Figs can be used in baking and also make a great accompaniment to cheese platters.

Dates are often added to cakes, tarts and other baked goods to give them sweetness and texture, as well as being used to sweeten sauces and smoothies. They can also be enjoyed fresh or stewed and boiled for compote-type dishes.

Popular Combinations

Figs pair well with cheese, prosciutto, honey and citrus fruits.

Dates are great when paired with nuts, such as walnuts or almonds, as well as dark chocolate. They can also be combined with other dried fruits like figs for a sweet snack mix.

Which One Is Healthier?

Both figs and dates provide health benefits, but the nutritional content of each varies slightly. Figs are lower in calories than dates, but contain fewer micronutrients and fiber compared to their sweet counterpart. On the other hand, dates provide more energy as well as higher amounts of iron, zinc and dietary fiber — making them a healthier choice if you’re looking to increase your intake of these nutrients.

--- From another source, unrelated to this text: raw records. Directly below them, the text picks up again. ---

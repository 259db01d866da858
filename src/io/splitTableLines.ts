/**
 * Text table → rows of cells: comment lines, blank lines, delimiter detection and decimal commas.
 */

/** The delimiters fringekit recognises. */
export type Delimiter = "," | ";" | "\t" | "whitespace";

/** One non-comment line split into cells, with its 1-based line number. */
export interface TableRow {
  line: number;
  cells: string[];
}

/** Rows of a table, the comment lines, and the delimiter found. */
export interface SplitTable {
  rows: TableRow[];
  /** Comment lines just before the first row (text without the comment mark), nearest last. */
  leadingComments: string[];
  delimiter: Delimiter;
}

const COMMENT = /^\s*(#|%|\/\/|!)/;

/**
 * Splits a table's text into rows. Lines starting with #, %, // or ! are comments.
 * @param text      the whole file as text
 * @param delimiter force a delimiter; detected from the first rows when omitted
 */
export function splitTableLines(text: string, delimiter?: Delimiter): SplitTable {
  const lines = text.split(/\r\n|\r|\n/);
  const content: { line: number; text: string }[] = [];
  const leadingComments: string[] = [];
  for (let i = 0; i < lines.length; i++) {
    const raw = lines[i] as string;
    if (raw.trim() === "") continue;
    if (COMMENT.test(raw)) {
      if (content.length === 0) leadingComments.push(raw.replace(COMMENT, "").trim());
      continue;
    }
    content.push({ line: i + 1, text: raw });
  }
  const chosen = delimiter ?? detectDelimiter(content.slice(0, 50).map((row) => row.text));
  const rows = content.map(({ line, text: rowText }) => ({ line, cells: splitCells(rowText, chosen) }));
  return { rows, leadingComments, delimiter: chosen };
}

/**
 * Picks the delimiter present with the same non-zero count on every sample line (tab, then
 * semicolon, then comma), else one present on at least half the lines; otherwise whitespace.
 * @param sample the first few non-comment lines
 */
export function detectDelimiter(sample: string[]): Delimiter {
  if (sample.length === 0) return ",";
  for (const candidate of ["\t", ";", ","] as const) {
    const counts = sample.map((line) => countOutsideQuotes(line, candidate));
    const first = counts[0] as number;
    if (first > 0 && counts.every((count) => count === first)) return candidate;
  }
  // A few broken rows must not change the delimiter: take one found on most lines.
  for (const candidate of ["\t", ";", ","] as const) {
    const present = sample.filter((line) => countOutsideQuotes(line, candidate) > 0).length;
    if (present >= Math.max(1, sample.length / 2)) return candidate;
  }
  return "whitespace";
}

/**
 * Splits one line into trimmed cells (double quotes group a cell). Empty trailing cells from
 * a trailing delimiter are dropped.
 */
export function splitCells(line: string, delimiter: Delimiter): string[] {
  if (delimiter === "whitespace") return line.trim().split(/\s+/);
  const cells: string[] = [];
  let current = "";
  let quoted = false;
  for (let i = 0; i < line.length; i++) {
    const ch = line[i] as string;
    if (ch === '"') {
      if (quoted && line[i + 1] === '"') {
        current += '"';
        i++;
      } else quoted = !quoted;
    } else if (ch === delimiter && !quoted) {
      cells.push(current.trim());
      current = "";
    } else current += ch;
  }
  cells.push(current.trim());
  while (cells.length > 1 && cells[cells.length - 1] === "") cells.pop();
  return cells;
}

function countOutsideQuotes(line: string, ch: string): number {
  let count = 0;
  let quoted = false;
  for (let i = 0; i < line.length; i++) {
    if (line[i] === '"') quoted = !quoted;
    else if (line[i] === ch && !quoted) count++;
  }
  return count;
}
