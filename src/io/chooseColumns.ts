/**
 * Which table columns hold position, intensity and σ: by name, by number (1 = first), or by
 * the usual names when not given.
 */
import { DataError, InvalidArgumentError } from "../errors.js";
import type { ColumnHeader } from "../units/index.js";

/** A column given by header name (case-insensitive, unit ignored) or by number (1 = first). */
export type ColumnRef = string | number;

/** Indices (0-based) of the chosen columns. */
export interface ColumnChoice {
  x: number;
  y: number;
  sigma: number | undefined;
}

const X_NAMES = /^(x|pos|position|positions|z|s|pixel|pixels|px|index|idx|distance|separation|baseline|displacement|coordinate)$/;
const Y_NAMES = /^(y|i|intensity|counts|count|signal|value|values|irradiance|power|visibility|v|adu|dn|mean|data)$/;
const SIGMA_NAMES = /^(sigma|err|error|errors|uncertainty|unc|std|stdev|stddev|stderr|sd|dy|delta|σ)$/;

/**
 * Chooses the columns. Position: `x` or the first column. Intensity: `y`, else a column with an
 * intensity-like name, else the first other non-σ column. σ: `sigma`, else a column named
 * sigma/err/…, `<y>_sigma`, `<y>_err` or `d<y>`; `sigma: false` uses none.
 * @param headers one per column (names empty when the file has no header)
 * @param options column references
 * @param source  file name for messages
 */
export function chooseColumns(
  headers: readonly ColumnHeader[],
  options: { x?: ColumnRef; y?: ColumnRef; sigma?: ColumnRef | false },
  source: string,
): ColumnChoice {
  const count = headers.length;
  if (count < 2) {
    throw new DataError(source, `only ${count} column found`, "a profile needs a position column and an intensity column (separated by commas, semicolons, tabs or spaces)");
  }
  const find = (ref: ColumnRef, role: string): number => resolve(headers, ref, role, source);
  const x = options.x !== undefined ? find(options.x, "x") : 0;
  const isSigmaName = (h: ColumnHeader, yName: string): boolean =>
    SIGMA_NAMES.test(h.name) || (yName !== "" && [`${yName}_sigma`, `${yName}_err`, `${yName}_error`, `d${yName}`, `${yName} sigma`, `${yName} err`].includes(h.name)) || /_(sigma|err|error|unc)$/.test(h.name);
  let y: number;
  if (options.y !== undefined) y = find(options.y, "y");
  else {
    const named = headers.findIndex((h, i) => i !== x && Y_NAMES.test(h.name));
    y = named >= 0 ? named : headers.findIndex((h, i) => i !== x && !isSigmaName(h, ""));
    if (y < 0) y = x === 0 ? 1 : 0;
  }
  if (y === x) throw new InvalidArgumentError("y column", options.y, "a different column from the position column");
  let sigma: number | undefined;
  if (options.sigma === false) sigma = undefined;
  else if (options.sigma !== undefined) sigma = find(options.sigma, "sigma");
  else {
    const yName = headers[y]?.name ?? "";
    const found = headers.findIndex((h, i) => i !== x && i !== y && h.name !== "" && isSigmaName(h, yName));
    sigma = found >= 0 ? found : undefined;
  }
  if (sigma === x || sigma === y) throw new InvalidArgumentError("sigma column", options.sigma, "a column other than position and intensity");
  return { x, y, sigma };
}

/** Whether a header name looks like a position column (used to detect header rows). */
export function isPositionName(name: string): boolean {
  return X_NAMES.test(name);
}

function resolve(headers: readonly ColumnHeader[], ref: ColumnRef, role: string, source: string): number {
  const names = headers.map((h) => h.name).filter((name) => name !== "");
  if (typeof ref === "number" || /^\d+$/.test(ref)) {
    const index = Number(ref) - 1;
    if (!Number.isInteger(index) || index < 0 || index >= headers.length) {
      throw new InvalidArgumentError(`${role} column`, ref, `a column number from 1 to ${headers.length}`);
    }
    return index;
  }
  const wanted = ref.trim().toLowerCase();
  const index = headers.findIndex((h) => h.name === wanted || h.raw.trim().toLowerCase() === wanted);
  if (index < 0) {
    throw new DataError(
      source,
      `no column named "${ref}" for ${role}`,
      names.length > 0 ? `the columns are ${names.map((n) => `"${n}"`).join(", ")}` : "the file has no header row; give the column by number (1 = first)",
    );
  }
  return index;
}
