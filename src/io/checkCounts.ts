/**
 * Count-noise sanity: the Poisson model needs non-negative integer counts.
 */
import type { Profile } from "../profile.js";

/**
 * Warnings when a profile fitted with a count-based noise model holds negative or
 * non-integer values (e.g. after dark subtraction or averaging); empty when all is well.
 * @param profile the data
 */
export function checkCountsForPoisson(profile: Profile): string[] {
  let negative = 0;
  let fractional = 0;
  for (let i = 0; i < profile.y.length; i++) {
    if (profile.mask && profile.mask[i] === 0) continue;
    const v = profile.y[i]!;
    if (v < 0) negative++;
    else if (!Number.isInteger(v)) fractional++;
  }
  const out: string[] = [];
  const where = profile.provenance?.source ?? "profile";
  if (negative > 0) out.push(`${where}: ${negative} negative values, which are not counts; the Poisson noise model treats them as zero-probability (use gaussian or robust noise)`);
  if (fractional > 0) out.push(`${where}: ${fractional} non-integer values, which are not raw counts (dark-subtracted, averaged or scaled?); the Poisson model's uncertainties assume raw counts`);
  return out;
}
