# ---------------------------------------------------------------------------------- merge / unmerge
@pytest.mark.parametrize("make", [mlp, unet])
def test_merge_then_unmerge_restores_teacher_weights_exactly(make):
    """Merging writes W0 + BA into the weight (Hu et al. 2021, Sec. 4.1); unmerging gives back W0 bit for bit
    (kept, since (W0 + BA) - BA != W0 in floating point). Merged outputs equal unmerged ones bit for bit."""
    teacher = make()
    student = randomize(copy.deepcopy(teacher).requires_grad_(False))
    A.attach(student, A.AdapterSpec(rank=3))
    randomize(student)
    x, t = inputs(teacher)
    with torch.no_grad():
        live = student(x, t)
        A.merge(student)
        merged = student(x, t)
        stored = {n: m.parametrizations.weight.original.clone() for n, m in student.named_modules()
                  if A._ours(m) is not None}
        A.unmerge(student)
        again = student(x, t)
    assert torch.equal(live, merged) and torch.equal(live, again)
    assert not torch.equal(live, teacher(x, t))  # the adapters do change the output
    for name, w in stored.items():  # the merged weight is W0 + dW
        w0 = teacher.get_submodule(name).weight
        assert not torch.equal(w, w0)
        torch.testing.assert_close(w, w0 + A.adapted(student)[name].delta(), rtol=0, atol=0)
    restored = A.base_state(student)
    assert set(restored) == set(teacher.state_dict())
    assert all(torch.equal(restored[k], v) for k, v in teacher.state_dict().items())
    # merged_copy: a plain network with the teacher's keys, same outputs
    plain = A.merged_copy(student)
    assert not A.adapted(plain) and set(plain.state_dict()) == set(teacher.state_dict())
    fresh = make()
    fresh.load_state_dict(plain.state_dict())
    with torch.no_grad():
        assert torch.equal(fresh(x, t), live)
        assert torch.equal(student(x, t), live)  # the original still works after the copy was made
    assert type(student.get_submodule(next(iter(A.adapted(student))))) is not type(plain.get_submodule(next(iter(A.adapted(student)))))


def test_base_digest_names_the_teacher_through_adapters_and_merging():
    teacher = mlp()
    student = copy.deepcopy(teacher)
    A.attach(student, A.AdapterSpec(rank=2))
    randomize(student)
    d = A.base_digest(teacher)
    assert A.base_digest(student) == d
    A.merge(student)
    assert A.base_digest(student) == d
    other = mlp(seed=5)
    assert A.base_digest(other) != d


# ---------------------------------------------------------------------------------- expressiveness
def _fit(module, x, y, steps=200):
    """Least-squares fit of the adapter factors by L-BFGS (float64)."""
    params = [p for p in module.parameters() if p.requires_grad]
    opt = torch.optim.LBFGS(params, lr=1, max_iter=steps, tolerance_grad=1e-14, tolerance_change=1e-16,
                            history_size=50, line_search_fn="strong_wolfe")

    def closure():
        opt.zero_grad()
        loss = (module(x) - y).pow(2).sum()
        loss.backward()
        return loss
    for _ in range(5):
        opt.step(closure)


@pytest.mark.parametrize("out_f,in_f", [(3, 5), (5, 3)])
def test_full_rank_adapter_reaches_the_least_squares_weight_of_a_linear_layer(out_f, in_f):
    """With rank >= min(out, in) the adapted weight W0 + BA can be any matrix, so fitting the factors to noisy
    data reaches the unconstrained least-squares weight numpy.linalg.lstsq computes. One rank less cannot:
    its weight error is at least the smallest singular value of the needed change (Eckart-Young-Mirsky)."""
    torch.manual_seed(0)
    teacher = nn.Sequential(nn.Linear(in_f, out_f)).double()  # adapters sit on named sub-layers
    g = torch.Generator().manual_seed(1)
    x = torch.randn(64, in_f, generator=g, dtype=torch.float64)
    w_true = torch.randn(out_f, in_f, generator=g, dtype=torch.float64)
    y = x @ w_true.T + teacher[0].bias.detach() + 0.1 * torch.randn(64, out_f, generator=g, dtype=torch.float64)
    w_ls = np.linalg.lstsq(x.numpy(), (y - teacher[0].bias.detach()).numpy(), rcond=None)[0].T  # (out, in)
    need = w_ls - teacher[0].weight.detach().numpy()
    sv = np.linalg.svd(need, compute_uv=False)
    for rank in (min(out_f, in_f), min(out_f, in_f) - 1):
        layer = copy.deepcopy(teacher)
        A.attach(layer, A.AdapterSpec(rank=rank))
        _fit(layer, x, y)
        with torch.no_grad():
            err = np.linalg.norm(layer[0].weight.numpy() - w_ls)
        if rank >= min(out_f, in_f):
            assert err < 1e-6, err
        else:
            # the data term sees the weight through x, so its best rank-limited weight need not be the
            # Frobenius-best; Eckart-Young still bounds any rank-(min-1) change from below
            assert err >= sv[-1] * (1 - 1e-6), (err, sv)


def test_full_rank_adapter_reaches_the_least_squares_weight_of_a_conv_layer():
    """A Conv2d is linear in its weight read as (out, in * kh * kw) against unfolded patches; a rank-min adapter
    on it reaches numpy.linalg.lstsq's weight on those patches."""
    torch.manual_seed(0)
    conv = nn.Sequential(nn.Conv2d(2, 3, 2, bias=False)).double()  # weight (3, 2, 2, 2): matrix 3 x 8, min = 3
    g = torch.Generator().manual_seed(2)
    x = torch.randn(12, 2, 5, 5, generator=g, dtype=torch.float64)
    y = F.conv2d(x, torch.randn(3, 2, 2, 2, generator=g, dtype=torch.float64))
    y = y + 0.05 * torch.randn(y.shape, generator=g, dtype=torch.float64)
    patches = F.unfold(x, 2).transpose(1, 2).reshape(-1, 8)  # (n * L, in * kh * kw)
    targets = y.flatten(2).transpose(1, 2).reshape(-1, 3)
    w_ls = np.linalg.lstsq(patches.numpy(), targets.numpy(), rcond=None)[0].T.reshape(3, 2, 2, 2)
    A.attach(conv, A.AdapterSpec(rank=3))
    _fit(conv, x, y)
    with torch.no_grad():
        assert np.abs(conv[0].weight.numpy() - w_ls).max() < 1e-6


# ---------------------------------------------------------------------------------- arithmetic
def _adapter(teacher, seed, rank, layers=("*",)):
    s = copy.deepcopy(teacher)
    A.attach(s, A.AdapterSpec(rank=rank, layers=list(layers), scale=2.0 * rank, seed=seed))
    return A.Adapter.extract(randomize(s, seed=seed))


def test_combination_is_the_scaled_sum_of_weight_changes():
    """combine(a, b, s_a, s_b) changes every weight by s_a dW_a + s_b dW_b (layers only one adapts included),
    checked in float64 against the sum of the separate changes, and through the merged network."""
    teacher = mlp().double()
    a = _adapter(teacher, 1, 3)
    b = _adapter(teacher, 2, 2, layers=("blocks.*", "out"))
    c = A.Adapter.combine(a, b, 0.7, -1.3)
    da, db, dc = a.deltas(), b.deltas(), c.deltas()
    assert set(dc) == set(da) | set(db)
    for name in dc:
        want = 0.7 * da.get(name, 0) + (-1.3) * db.get(name, 0)
        torch.testing.assert_close(dc[name], want, rtol=1e-12, atol=1e-14)
    assert c.layers["out"].factor_in.shape[0] == 5  # stacked ranks on shared layers
    net = c.apply(copy.deepcopy(teacher))
    merged = A.merged_copy(net).state_dict()
    for name, d in dc.items():
        torch.testing.assert_close(merged[f"{name}.weight"], teacher.get_submodule(name).weight + d,
                                   rtol=0, atol=1e-14)


def test_apply_with_scale_multiplies_the_change_and_transfers_to_another_teacher():
    teacher, other = mlp(0).double(), mlp(7).double()
    a = _adapter(teacher, 1, 2)
    with pytest.raises(A.AdapterError, match="allow_other_base=true"):
        a.apply(copy.deepcopy(other))
    net = a.apply(copy.deepcopy(other), scale=0.5, allow_other_base=True)
    merged = A.merged_copy(net).state_dict()
    for name, d in a.deltas().items():
        torch.testing.assert_close(merged[f"{name}.weight"], other.get_submodule(name).weight + 0.5 * d,
                                   rtol=0, atol=1e-14)
    assert A.trainable_count(net) == a.parameter_count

Frequently Asked Questions | Figs vs Dates

1. How do figs and dates differ in taste?

Figs have a soft and chewy texture with a sweet, delicate flavor. Dates, on the other hand, are softer and sweeter than figs with a caramel-like flavor.

2. Can you substitute one for the other?

Yes, you can use either figs or dates as a substitution for one another in recipes however, it is important to note that they may not behave exactly the same way due to their size and texture differences.

3. Are there any health benefits associated with eating figs or dates?

Yes! Both of these fruits contain high amounts of fiber which can help reduce cholesterol levels as well as aid in digestion. Additionally, figs are rich in antioxidants which can help protect against harmful free radicals and reduce the risk of certain diseases. Dates also contain healthy amounts of magnesium which can help to regulate blood sugar levels and lower stress.

4. Are there any risks associated with eating too many figs or dates?

Yes, it is possible to overconsume these fruits which may lead to an increase in calories and sugar intake. It is recommended that you eat them in moderation as part of a balanced diet.

5. How should I store figs or dates?

Figs should be stored at room temperature for up to two weeks while dates should be kept in the refrigerator for up to one month. Both fruits should be stored in an airtight container to keep them fresh. It is also important to remember that if they are not consumed quickly, they can become dry and lose their flavor.

The Bottom Line

Ultimately, both figs and dates can be enjoyed as part of a healthy diet. They provide essential vitamins and minerals that help support overall health, as well as being incredibly versatile ingredients to add to many dishes. Whether eaten fresh or dried, adding either figs or dates to your meals can make them more nutritious. So why not try them both?